▶ _Input records_
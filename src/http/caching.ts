import { APP_VERSION } from '../version.js';
import { ALGORITHM_VERSION } from '../core/seeding.js';

/**
 * Caching of sample responses. A seeded response is a pure function of the request, the
 * algorithm version and the service version, so it is immutable: a strong ETag is a hash of
 * exactly those inputs, known before the body is produced (the body may be streamed).
 * An unseeded response used a freshly drawn seed and must never be stored.
 */
export async function strongEtag(path: string, canonicalQuery: unknown): Promise<string> {
  const material = `${APP_VERSION}|${ALGORITHM_VERSION}|${path}|${JSON.stringify(canonicalQuery)}`;
  const digest = await crypto.subtle.digest('SHA-256', new TextEncoder().encode(material));
  const hex = [...new Uint8Array(digest).slice(0, 16)].map((b) => b.toString(16).padStart(2, '0')).join('');
  return `"${hex}"`;
}

export const IMMUTABLE = 'public, max-age=31536000, immutable';
export const NO_STORE = 'no-store';

/** True when If-None-Match lists this ETag (or is "*"); weak comparison, as RFC 9110 §13.1.2 asks. */
export function matchesIfNoneMatch(request: Request, etag: string): boolean {
  const header = request.headers.get('if-none-match');
  if (!header) return false;
  if (header.trim() === '*') return true;
  return header.split(',').some((tag) => tag.trim().replace(/^W\//, '') === etag);
}

/** Query values with keys sorted, so equivalent spellings of a request share one ETag. */
export function sortedQuery(query: Record<string, unknown>): Record<string, unknown> {
  return Object.fromEntries(Object.keys(query).sort().filter((k) => query[k] !== undefined).map((k) => [k, query[k]]));
}
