import { ApiHideProperty, ApiProperty, ApiPropertyOptional, PartialType } from '@nestjs/swagger';
import { Type } from 'class-transformer';
import {
  Equals,
  IsBoolean,
  IsIn,
  IsInt,
  IsNotEmpty,
  IsNumber,
  IsOptional,
  IsString,
  IsUUID,
  Max,
  MaxLength,
  Min,
  ValidateIf,
  ValidateNested,
} from 'class-validator';
import { PROJECT_STATUSES, PROJECT_USES, ProjectUse } from '../project.entity';
import { Trim } from '../../common/decorators/trim.decorator';

/**
 * Targets of an engine swap in kW: 10 kW (about 13 hp) is below any road engine, 2000 kW (about 2,680 hp) above any
 * the shop fits. Source for the hp figures: NIST SP 811 (2008), Appendix B.9, 1 hp (550 ft·lbf/s) = 745.6999 W.
 */
export const STATUS_BY_EVENTS_MESSAGE =
  `status is not set by hand: the job's stage (${PROJECT_STATUSES.join(', ')}) moves by itself when the sheet is signed off, ` +
  'a fit report is run, a parts plan is saved, a quote is sent or answered, the deposit is paid and the work order is started or finished';

const TARGET_POWER_KW = { min: 10, max: 2000 } as const;
const TARGET_POWER_MESSAGE = `goals.targetPowerKw must be between ${TARGET_POWER_KW.min} and ${TARGET_POWER_KW.max} kW (about 13 to 2,680 hp); send power in kW as a number`;
/** 100 million in the shop's currency, in cents: a larger budget is a typing slip. Common practice (no published source). */
const MAX_BUDGET_CENTS = 100_000_000_00;

export class ProjectGoalsDto {
  @ApiProperty({ enum: PROJECT_USES })
  @IsIn(PROJECT_USES, { message: `goals.use must be one of: ${PROJECT_USES.join(', ')}` })
  use: ProjectUse;

  @ApiPropertyOptional({ type: Number, nullable: true, minimum: TARGET_POWER_KW.min, maximum: TARGET_POWER_KW.max, description: 'kW, one decimal' })
  @IsOptional()
  @IsNumber({ maxDecimalPlaces: 1 }, { message: 'goals.targetPowerKw must be a number with at most one decimal' })
  @Min(TARGET_POWER_KW.min, { message: TARGET_POWER_MESSAGE })
  @Max(TARGET_POWER_KW.max, { message: TARGET_POWER_MESSAGE })
  targetPowerKw?: number | null;

  @ApiPropertyOptional({ type: Number, nullable: true, minimum: 500, maximum: 12000 })
  @IsOptional()
  @IsInt()
  @Min(500)
  @Max(12000)
  revLimitRpm?: number | null;

  @ApiPropertyOptional({ type: Number, nullable: true, minimum: 0, description: 'Whole cents of the shop currency' })
  @IsOptional()
  @IsInt()
  @Min(0)
  @Max(MAX_BUDGET_CENTS, {
    message: `goals.budgetCents must be at most ${MAX_BUDGET_CENTS} (100,000,000.00 in the shop's currency, in cents): check the budget for extra digits`,
  })
  budgetCents?: number | null;
}

export class UpdateProjectGoalsDto extends PartialType(ProjectGoalsDto) {}

/** Engine origin in the chassis frame: x rearward of the front axle, z above ground, tilt front-up positive. */
export class ProjectPlacementDto {
  @ApiProperty({ minimum: -1500, maximum: 5000 })
  @IsNumber({ maxDecimalPlaces: 2 })
  @Min(-1500)
  @Max(5000)
  setbackMm: number;

  @ApiProperty({ minimum: 0, maximum: 2500 })
  @IsNumber({ maxDecimalPlaces: 2 })
  @Min(0)
  @Max(2500)
  heightMm: number;

  @ApiProperty({ minimum: -20, maximum: 20 })
  @IsNumber({ maxDecimalPlaces: 2 })
  @Min(-20)
  @Max(20)
  tiltDeg: number;
}

class CatalogRefs {
  @ApiPropertyOptional({ type: String, nullable: true, maxLength: 36 })
  @IsOptional()
  @IsString()
  @MaxLength(36)
  chassisModelId?: string | null;

  @ApiPropertyOptional({ type: String, nullable: true, maxLength: 36 })
  @IsOptional()
  @IsString()
  @MaxLength(36)
  engineProfileId?: string | null;

  @ApiPropertyOptional({ type: String, nullable: true, maxLength: 36 })
  @IsOptional()
  @IsString()
  @MaxLength(36)
  transmissionId?: string | null;
}

export const CUSTOMER_OR_SELF_MESSAGE =
  'send either customerId (a customer of your shop) or forMyself: true (a project for your own vehicle), exactly one of the two';

export class CreateProjectDto extends CatalogRefs {
  @ApiPropertyOptional({ format: 'uuid', description: 'The customer this swap is for; leave out when forMyself is true' })
  @IsOptional()
  @IsUUID('all', { message: 'customerId must be a UUID' })
  customerId?: string;

  @ApiPropertyOptional({
    type: Boolean,
    description:
      "True files the project under the signed-in person's own customer record in the shop (made on first use from their name and e-mail); leave out when customerId is sent",
  })
  @IsOptional()
  @IsBoolean({ message: 'forMyself must be true or false' })
  forMyself?: boolean;

  @ApiProperty({ maxLength: 160 })
  @Trim()
  @IsString()
  @IsNotEmpty({ message: 'title must not be empty' })
  @MaxLength(160)
  title: string;

  /** Not in the contract: the stage moves with the job's events; a status sent by hand is refused with that reason. */
  @ApiHideProperty()
  @ValidateIf(() => true)
  @Equals(undefined, { message: STATUS_BY_EVENTS_MESSAGE })
  status?: never;

  @ApiPropertyOptional({ maxLength: 500 })
  @IsOptional()
  @IsString()
  @MaxLength(500)
  vehicleDescription?: string;

  @ApiPropertyOptional({ type: ProjectGoalsDto, description: 'Defaults to use street with no targets' })
  @IsOptional()
  @ValidateNested()
  @Type(() => ProjectGoalsDto)
  goals?: ProjectGoalsDto;

  @ApiPropertyOptional({ type: ProjectPlacementDto, nullable: true })
  @IsOptional()
  @ValidateNested()
  @Type(() => ProjectPlacementDto)
  placement?: ProjectPlacementDto | null;
}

▶ _Exercise prompt_
Your reply should hold all the lines from the listing above in which "PartialType" appears.

▶ _Task result_
import { ApiHideProperty, ApiProperty, ApiPropertyOptional, PartialType } from '@nestjs/swagger';
export class UpdateProjectGoalsDto extends PartialType(ProjectGoalsDto) {}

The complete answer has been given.